Required work:
Copy every line of the records below where the word "copper" occurs.

Information provided:

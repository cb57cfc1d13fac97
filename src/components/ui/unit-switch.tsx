import { ENERGY_UNITS, LENGTH_UNITS, type EnergyUnit, type LengthUnit } from '@shared/physics/parameter-units';

/** Choose the units ε and σ are shown in. */
export function UnitSwitch({
  energy,
  length,
  onChange,
}: {
  energy: EnergyUnit;
  length: LengthUnit;
  onChange: (u: { energy: EnergyUnit; length: LengthUnit }) => void;
}) {
  return (
    <div className="flex flex-wrap items-center gap-3 text-sm">
      <fieldset className="flex items-center gap-1" aria-label="Energy unit">
        <legend className="sr-only">Energy unit</legend>
        <span className="mr-1 text-ink-faint">ε in</span>
        {ENERGY_UNITS.map((u) => (
          <label
            key={u}
            className={`cursor-pointer rounded px-2 py-0.5 font-semibold has-[:focus-visible]:ring-2 has-[:focus-visible]:ring-copper ${u === energy ? 'bg-ink text-paper' : 'text-ink-soft hover:bg-paper-deep'}`}
          >
            <input
              type="radio"
              name="energy-unit"
              value={u}
              checked={u === energy}
              onChange={() => onChange({ energy: u, length })}
              className="sr-only"
            />
            {u}
          </label>
        ))}
      </fieldset>
      <fieldset className="flex items-center gap-1" aria-label="Length unit">
        <legend className="sr-only">Length unit</legend>
        <span className="mr-1 text-ink-faint">σ in</span>
        {LENGTH_UNITS.map((u) => (
          <label
            key={u}
            className={`cursor-pointer rounded px-2 py-0.5 font-semibold has-[:focus-visible]:ring-2 has-[:focus-visible]:ring-copper ${u === length ? 'bg-ink text-paper' : 'text-ink-soft hover:bg-paper-deep'}`}
          >
            <input
              type="radio"
              name="length-unit"
              value={u}
              checked={u === length}
              onChange={() => onChange({ energy, length: u })}
              className="sr-only"
            />
            {u}
          </label>
        ))}
      </fieldset>
    </div>
  );
}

Finished exercise:
            className={`cursor-pointer rounded px-2 py-0.5 font-semibold has-[:focus-visible]:ring-2 has-[:focus-visible]:ring-copper ${u === energy ? 'bg-ink text-paper' : 'text-ink-soft hover:bg-paper-deep'}`}
            className={`cursor-pointer rounded px-2 py-0.5 font-semibold has-[:focus-visible]:ring-2 has-[:focus-visible]:ring-copper ${u === length ? 'bg-ink text-paper' : 'text-ink-soft hover:bg-paper-deep'}`}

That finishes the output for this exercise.